Hey let's be honest, most academics (that I know) still don't even use LaTeX (or refuse to do so). This is really cool, but requires way too many skills (in js/css3/html5/distill-extensions and node.js).

Personally, my team and I had really great experience with sharelatex.com, whom only I had knowledge about LaTeX. I liked that it's also opensource with a permissive license. I would rather host that on sandstorm.io the next time, or just pay for the comfort offered by overleaf.com (I've never seen such a beautiful colloborative LaTeX Editor).

• What about vendor lock-in?

• Can you export to LaTeX, Word or PDF?

• Can you selfhost it for your team or company?

> Hey let's be honest, most academics (that I know) still don't even use LaTeX (or refuse to do so).

What field? TeX is pretty much de rigueur in Math/CS/Physics graduate schools in the U.S.
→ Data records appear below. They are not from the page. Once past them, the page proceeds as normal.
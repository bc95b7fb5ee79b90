package margin

import (
	"math"
	"math/rand/v2"
	"slices"
	"testing"

	"gonum.org/v1/gonum/stat"
)

// TestPercentiles: the same as gonum's on the sorted values, with ties, in order
// and against it, with infinities, short and long.
func TestPercentiles(t *testing.T) {
	r := rand.New(rand.NewPCG(1, 2))
	for n := 1; n < 400; n++ {
		v := make([]float64, n)
		for i := range v {
			switch n % 4 {
			case 0:
				v[i] = r.NormFloat64()
			case 1:
				v[i] = float64(r.IntN(5))
			case 2:
				v[i] = float64(i)
			default:
				if v[i] = -float64(i); r.IntN(10) == 0 {
					v[i] = math.Inf(1)
				}
			}
		}
		sorted := slices.Clone(v)
		slices.Sort(sorted)
		want := Range{stat.Quantile(lowTail, stat.Empirical, sorted, nil), stat.Quantile(highTail, stat.Empirical, sorted, nil)}
		if got := percentiles(v); got != want {
			t.Fatalf("of %d values: %+v, want %+v", n, got, want)
		}
	}
	if got := percentiles(nil); !math.IsNaN(got.Low) || !math.IsNaN(got.High) {
		t.Errorf("of none: %+v", got)
	}
}
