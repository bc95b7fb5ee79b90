package carbonate

// point is the working state of every solver in this package: one water at one
// hydrogen-ion activity, with the free ions and the ionic strength of the last
// pass. It lives on the stack; nothing here allocates.
//
// With the activities known, every species is a product of powers of the free
// ions CO3, SO4, Ca, Mg and of h, so one pass ("sweep") takes each free ion in
// turn from its mass balance. The passes contract fast because pairs hold the
// smaller part of their ions.
type point struct {
	k          *Constants
	t          Totals
	background float64
	imposed    bool // ionic strength is given and stays
	h          float64
	ionic      float64
	act        activity

	// terms of h alone
	hK2, h2K12, kwH, mgH, hs float64

	// free ions, mol/L
	co3, so4, ca, mg float64

	// the other species of the last pass, mol/L
	hyd, oh, hco3, co2             float64
	caHCO3, caCO3, mgHCO3, mgCO3   float64
	caSO4, mgSO4, caOH, mgOH, hso4 float64

	// minor acids of the last pass
	hasMinors  bool
	minorUnit  [minorCount]float64 // eq per mol of each
	minorAlk   float64             // eq/L
	minorI2    float64             // sum of z^2 c
	minorSlope float64             // minus d(minorAlk)/d ln h

	inertI2   float64 // sum of z^2 c of the inert ions
	forCarbon float64 // eq/L of alkalinity left to carbonate, mode alkalinityGiven
}

// balance says what fixes the carbonate in a sweep.
type balance int

const (
	carbonGiven     balance = iota // total carbon in t
	alkalinityGiven                // alkalinity in the call; carbon is the result
	calciteEquilibrium
)

// start prepares the point for a water whose totals are t. Every pass reads p.t
// afresh, so a caller may change it between passes.
func (p *point) start(k *Constants, t *Totals, background float64) {
	p.k, p.t, p.background = k, *t, background
	p.imposed = false
	p.hasMinors = false
	for _, m := range minors {
		if t[m.total] != 0 {
			p.hasMinors = true
			break
		}
	}
	p.minorAlk, p.minorI2, p.minorSlope = 0, 0, 0
	p.refreshInert()
	p.ca, p.mg, p.so4 = t[Calcium], t[Magnesium], t[Sulfate]
	p.co3 = 0
	// A first guess of the ionic strength: all ions free, carbonate as HCO3.
	p.ionic = min(background+0.5*(p.inertI2+4*(p.ca+p.mg+p.so4)+t[Carbon]), MaxIonicStrength)
}

func (p *point) refreshInert() {
	t := &p.t
	p.inertI2 = t[Sodium] + t[Potassium] + t[Chloride] + t[Nitrate] + 4*t[OtherHardness]
}

// setH moves the point to a hydrogen-ion activity.
func (p *point) setH(h float64) {
	k := p.k
	p.h = h
	p.hK2 = h / k.Carbonic2
	p.h2K12 = p.hK2 * h / k.Carbonic1
	inv := 1 / h
	p.kwH = k.Water * inv
	p.mgH = k.MgOH * inv
	p.hs = k.HSO4 * h
}

// sweep makes one pass and returns the largest relative change of a free ion
// or of the ionic strength. given is the alkalinity (eq/L) in the mode
// alkalinityGiven and C - Ca (mol/L) in the mode calciteEquilibrium.
func (p *point) sweep(mode balance, given float64) float64 {
	k, t := p.k, &p.t
	p.act.at(k, p.ionic)
	g2 := p.act.g2
	inv0, inv1 := p.act.inv0, p.act.inv1
	ratio := g2 * inv1
	pair := g2 * g2 * inv0

	bicarb := p.hK2 * ratio     // HCO3 per CO3
	acid := p.h2K12 * g2 * inv0 // CO2 per CO3
	caBi := k.CaHCO3 * g2 * bicarb
	caCarb := k.CaCO3 * pair
	mgBi := k.MgHCO3 * g2 * bicarb
	mgCarb := k.MgCO3 * pair
	caSulf := k.CaSO4 * pair
	mgSulf := k.MgSO4 * pair
	p.hyd = p.h * inv1
	p.oh = p.kwH * inv1
	caHyd := k.CaOH * g2 * p.oh
	mgHyd := p.mgH * ratio
	bisulf := p.hs * ratio

	if p.hasMinors {
		p.sweepMinors()
	}

	ca, mg := p.ca, p.mg
	var co3 float64
	switch mode {
	case carbonGiven:
		co3 = t[Carbon] / (1 + bicarb + acid + ca*(caBi+caCarb) + mg*(mgBi+mgCarb))
	case alkalinityGiven:
		// What hydroxide and the other bases leave for carbonate. Below zero on the
		// way is held at zero; below zero at the end contradicts the pH.
		p.forCarbon = given + p.hyd - p.oh - p.minorAlk + bisulf*p.so4 - caHyd*ca - mgHyd*mg
		co3 = max(p.forCarbon, 0) / (2 + bicarb + ca*(caBi+2*caCarb) + mg*(mgBi+2*mgCarb))
	case calciteEquilibrium:
		// a(Ca) a(CO3) = K fixes the product; C - Ca = given then is a quadratic
		// in free Ca: (1 + so4 terms) Ca^2 + given Ca - q (1 + ...) = 0. The two
		// pairs of Ca with carbonate enter both totals and cancel.
		q := k.Calcite / (g2 * g2)
		a := 1 + caSulf*p.so4 + caHyd
		c := q * (1 + bicarb + acid + mg*(mgBi+mgCarb))
		ca = positiveRoot(a, given, c)
		co3 = q / ca
	}
	so4 := t[Sulfate] / (1 + bisulf + ca*caSulf + mg*mgSulf)
	if mode != calciteEquilibrium {
		ca = t[Calcium] / (1 + co3*(caBi+caCarb) + so4*caSulf + caHyd)
	}
	mg = t[Magnesium] / (1 + co3*(mgBi+mgCarb) + so4*mgSulf + mgHyd)

	p.hco3 = bicarb * co3
	p.co2 = acid * co3
	p.caHCO3 = caBi * ca * co3
	p.caCO3 = caCarb * ca * co3
	p.mgHCO3 = mgBi * mg * co3
	p.mgCO3 = mgCarb * mg * co3
	p.caSO4 = caSulf * ca * so4
	p.mgSO4 = mgSulf * mg * so4
	p.caOH = caHyd * ca
	p.mgOH = mgHyd * mg
	p.hso4 = bisulf * so4

	change := max(relative(co3, p.co3), relative(so4, p.so4), relative(ca, p.ca), relative(mg, p.mg))
	p.co3, p.so4, p.ca, p.mg = co3, so4, ca, mg
	if !p.imposed {
		ionic := p.background + p.explainedIonic()
		change = max(change, relative(ionic, p.ionic))
		p.ionic = ionic
	}
	return change
}

// explainedIonic is half the sum of z^2 c over the species of the last pass.
func (p *point) explainedIonic() float64 {
	return 0.5 * (p.inertI2 + p.minorI2 + p.hyd + p.oh + p.hco3 + p.hso4 +
		p.caHCO3 + p.mgHCO3 + p.caOH + p.mgOH + 4*(p.co3+p.so4+p.ca+p.mg))
}

// protons is the excess of protons over the reference of CO3 and the free
// metals, mol/L: alkalinity is 2 C - protons + minor acids, for whatever C.
func (p *point) protons() float64 {
	return p.hyd - p.oh + p.hco3 + 2*p.co2 + p.caHCO3 + p.mgHCO3 + p.hso4 - p.caOH - p.mgOH
}

// alkalinity is the proton condition over the species of the last pass, eq/L.
func (p *point) alkalinity() float64 {
	return -p.hyd + p.oh + p.hco3 + p.caHCO3 + p.mgHCO3 + 2*(p.co3+p.caCO3+p.mgCO3) +
		p.caOH + p.mgOH - p.hso4 + p.minorAlk
}

// carbon is the total inorganic carbon over the species of the last pass.
func (p *point) carbon() float64 {
	return p.co3 + p.hco3 + p.co2 + p.caHCO3 + p.caCO3 + p.mgHCO3 + p.mgCO3
}

// calcium is the total calcium over the species of the last pass.
func (p *point) calcium() float64 {
	return p.ca + p.caHCO3 + p.caCO3 + p.caSO4 + p.caOH
}

const (
	sweepTolerance = 1e-12 // relative, on the predicted remaining error
	sweepLimit     = 400
)

// converge sweeps at constant h until the predicted remaining error is below
// the tolerance. It returns false at the step limit.
func (p *point) converge(mode balance, given float64) bool {
	previous := 1.0
	var ionic secant
	for range sweepLimit {
		before := p.ionic
		change := p.sweep(mode, given)
		if p.ionic > 2 || p.ionic < 0 {
			return true // hopeless; the caller refuses it by its ionic strength
		}
		if settled(change, previous, sweepTolerance) {
			return true
		}
		previous = change
		if !p.imposed {
			p.ionic = ionic.next(before, p.ionic, change)
		}
	}
	return false
}

// settled predicts the error left after a step of this size from the ratio of
// the last two steps. The floor on the ratio keeps one lucky small step from
// ending the iteration early.
func settled(change, previous, tolerance float64) bool {
	ratio := change / previous
	if !(ratio > 0.1) {
		ratio = 0.1
	}
	if ratio > 0.99 {
		return change < tolerance*1e-2
	}
	return change*ratio < tolerance*(1-ratio)
}

func relative(now, before float64) float64 {
	d := now - before
	if d < 0 {
		d = -d
	}
	if now < 0 {
		now = -now
	}
	if d <= 1e-300 {
		return 0
	}
	return d / now
}
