package margin

import (
	"math"

	"beckline/dosing"
)

// Band is the 95 % range of the finished pH along a curve of doses, mol/L of
// the (first) solved addition's chemical, for drawing beside the curve. Each reading is moved by
// its half-width either way and what the pH does is added up in squares, upward
// and downward apart, so the band is as lopsided as the curve; it is not a
// substitute for draws. A dose at which the water has no pH gives NaN. The error
// is a *dosing.Problem, as from Of; also where no dose was solved for.
func Band(r *dosing.Result, tol Tolerances, doses []float64) ([]Range, error) {
	m, err := newModel(r, tol)
	if err != nil {
		return nil, err
	}
	if len(m.feeds) == 0 {
		return nil, &dosing.Problem{Kind: dosing.BadInput, Code: "missing", Field: "product"}
	}
	out := make([]Range, len(doses))
	up, down := make([]float64, len(doses)), make([]float64, len(doses))
	middle := make([]float64, len(doses))
	for j, d := range doses {
		middle[j] = m.finished(m.k, m.raw, m.with(d))
	}
	values := m.values()
	at := append([]thermo(nil), m.thermos...)
	for i := range m.varied {
		low, high := m.bandSide(values, at, i, -1), m.bandSide(values, at, i, 1)
		for j, d := range doses {
			a, b := low.pH(m, d)-middle[j], high.pH(m, d)-middle[j]
			rise, fall := max(a, b, 0), min(a, b, 0)
			up[j] += rise * rise
			down[j] += fall * fall
		}
	}
	for j := range doses {
		out[j] = Range{max(middle[j]-math.Sqrt(down[j]), 0), min(middle[j]+math.Sqrt(up[j]), 14)}
	}
	return out, nil
}

// with are the answered doses with another one of the first product.
func (m *model) with(dose float64) doses {
	d := m.answered()
	d[0] = dose
	return d
}

// bandEnd is one reading at one end of its interval.
type bandEnd struct {
	moved
	fed doses // real doses over those set
}

func (m *model) bandSide(values []float64, at []thermo, i int, sign float64) bandEnd {
	v := &m.varied[i]
	end := bandEnd{moved: moved{water: m.raw, k: m.k, ok: true}, fed: doses{1, 1}}
	switch factor := 1 + sign*v.half/v.value; v.kind {
	case ofFlow:
		end.fed = doses{1 / factor, 1 / factor}
	case ofStrength:
		end.fed[v.of] = factor
	default:
		end.moved = m.move(values, at, i, sign)
	}
	return end
}

func (e *bandEnd) pH(m *model, dose float64) float64 {
	if !e.ok {
		return math.NaN()
	}
	d := m.with(dose)
	return m.finished(e.k, e.water, doses{d[0] * e.fed[0], d[1] * e.fed[1]})
}
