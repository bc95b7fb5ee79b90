package margin

import "beckline/dosing"

// kind says how a reading enters the model.
type kind int

const (
	ofPH         kind = iota // pH
	ofPHKelvin               // temperature of the pH reading, K
	ofAlkalinity             // eq/L
	ofKelvin                 // process temperature, K
	ofDIC                    // mol/L
	ofWater                  // any other reading of the water
	ofFlow                   // m3/s: moves the feed, not the water
	ofStrength               // fraction: moves the feed, not the water
	ofPart                   // a source's flow: moves the blend
)

// greatestShare is the largest relative tolerance that a normal error makes
// sense for.
const greatestShare = 0.5

// reading is one quantity that may be given a tolerance.
type reading struct {
	name     string // as on the command line without dashes before
	kind     kind
	get      func(*dosing.Readings) *dosing.Optional // nil for the strength
	relative bool                                    // a share of the value makes sense
	greatest float64                                 // largest absolute half-width, SI; 0 for any
}

// table lists every reading of the model in the order in which shares are
// given. A test compares it with dosing.Readings.
var table = []reading{
	{"ph", ofPH, func(r *dosing.Readings) *dosing.Optional { return &r.PH }, false, 2},
	{"ph-temperature", ofPHKelvin, func(r *dosing.Readings) *dosing.Optional { return &r.PHKelvin }, false, 20},
	{"alkalinity", ofAlkalinity, func(r *dosing.Readings) *dosing.Optional { return &r.Alkalinity }, true, 0},
	{"temperature", ofKelvin, func(r *dosing.Readings) *dosing.Optional { return &r.Kelvin }, false, 20},
	{"flow", ofFlow, func(r *dosing.Readings) *dosing.Optional { return &r.Flow }, true, 0},
	{"strength", ofStrength, nil, true, 0.5},
	{"dic", ofDIC, func(r *dosing.Readings) *dosing.Optional { return &r.DIC }, true, 0},
	water("calcium", func(r *dosing.Readings) *dosing.Optional { return &r.Calcium }),
	water("magnesium", func(r *dosing.Readings) *dosing.Optional { return &r.Magnesium }),
	water("calcium-hardness", func(r *dosing.Readings) *dosing.Optional { return &r.CalciumHardness }),
	water("hardness", func(r *dosing.Readings) *dosing.Optional { return &r.Hardness }),
	water("sulfate", func(r *dosing.Readings) *dosing.Optional { return &r.Sulfate }),
	water("chloride", func(r *dosing.Readings) *dosing.Optional { return &r.Chloride }),
	water("sodium", func(r *dosing.Readings) *dosing.Optional { return &r.Sodium }),
	water("potassium", func(r *dosing.Readings) *dosing.Optional { return &r.Potassium }),
	water("nitrate", func(r *dosing.Readings) *dosing.Optional { return &r.Nitrate }),
	water("ammonia", func(r *dosing.Readings) *dosing.Optional { return &r.Ammonia }),
	water("phosphate", func(r *dosing.Readings) *dosing.Optional { return &r.Phosphate }),
	water("silica", func(r *dosing.Readings) *dosing.Optional { return &r.Silica }),
	water("boron", func(r *dosing.Readings) *dosing.Optional { return &r.Boron }),
	water("fluoride", func(r *dosing.Readings) *dosing.Optional { return &r.Fluoride }),
	water("free-chlorine", func(r *dosing.Readings) *dosing.Optional { return &r.FreeChlorine }),
	water("acetate", func(r *dosing.Readings) *dosing.Optional { return &r.Acetate }),
	water("formate", func(r *dosing.Readings) *dosing.Optional { return &r.Formate }),
	water("citrate", func(r *dosing.Readings) *dosing.Optional { return &r.Citrate }),
	water("conductivity", func(r *dosing.Readings) *dosing.Optional { return &r.Conductivity }),
	water("tds", func(r *dosing.Readings) *dosing.Optional { return &r.TDS }),
}

func water(name string, get func(*dosing.Readings) *dosing.Optional) reading {
	return reading{name, ofWater, get, true, 0}
}

func find(name string) (int, bool) {
	for i := range table {
		if table[i].name == name {
			return i, true
		}
	}
	return 0, false
}

// Names returns the names of the readings that may be given a tolerance, in
// the order in which shares are given.
func Names() []string {
	names := make([]string, len(table))
	for i := range table {
		names[i] = table[i].name
	}
	return names
}

// rereadable: a strength comes with the delivery; everything else can be read
// again.
func (r *reading) rereadable() bool { return r.kind != ofStrength }

// used drops the readings that the model does not look at, so that an error in
// them moves nothing and cannot make two forms of one reading contradict each
// other: the pH where DIC was measured, a form of hardness that two others give,
// solids where conductivity was measured.
func used(r dosing.Readings) dosing.Readings {
	if r.DIC.Given {
		r.PH, r.PHKelvin = dosing.None, dosing.None
	}
	if r.PHKelvin == r.Kelvin {
		r.PHKelvin = dosing.None // one thermometer, one reading
	}
	if r.Calcium.Given {
		r.CalciumHardness = dosing.None
	}
	if r.Magnesium.Given && (r.Calcium.Given || r.CalciumHardness.Given) {
		r.Hardness = dosing.None
	}
	if r.Conductivity.Given {
		r.TDS = dosing.None
	}
	return r
}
To my surprise certain subfields of CS don't use LaTeX at all or rarely and use MS-Word instead. You kind of have no choice since the conference/journal templates are only provided in one format (well you can create your own template but only if they accept PDF entries...yes some only accept Word files).
I agree with you here, and have no idea what the OP is talking about. In Math and ML, TeX is so ingrained in the culture that there are _jokes_ based on TeX puns. (Where do mathematicians go for a rational rack of ribs? The \mathbb Q)
You're right, i've been myself using git, github, keynote, ffmpeg, medium, JS, python, d3 and others to build blog post.

I clearly don't expect people to do that much. I can only do that because i'm coming from web development, and very nice tools started to appear recently.

People in research needs a design framework like a set of templates for keynotes/PPT/JS/CSS (think about how much traction got bootstrap). Distill is doing an awesome jobs at showing the example of what you could do.

Maybe Distill could open-source the templates they use to build those blog post?

They did actually! [0] The blog posts are also online on their GitHub site.

[0] https://github.com/distillpub/template

Awesome!
up next: a neural net that reorganizes research papers to improve clarity
Your criticism is spot on. If something like Distill existed for my own research area I would applaud it, but probably not use it because of time constraints.

On the other hand, being able to write well and to create good interactive illustrations are valuable skills. Maybe we could incorporate these things into seminars or otherwise crowdsource the creation of e.g. individual figures?

I'm not in academia, but I guess the impact (citations) you could get with a distill-like paper will be higher than the ones you get on a traditional paper-based journal.

So, I guess this will get distill get traction.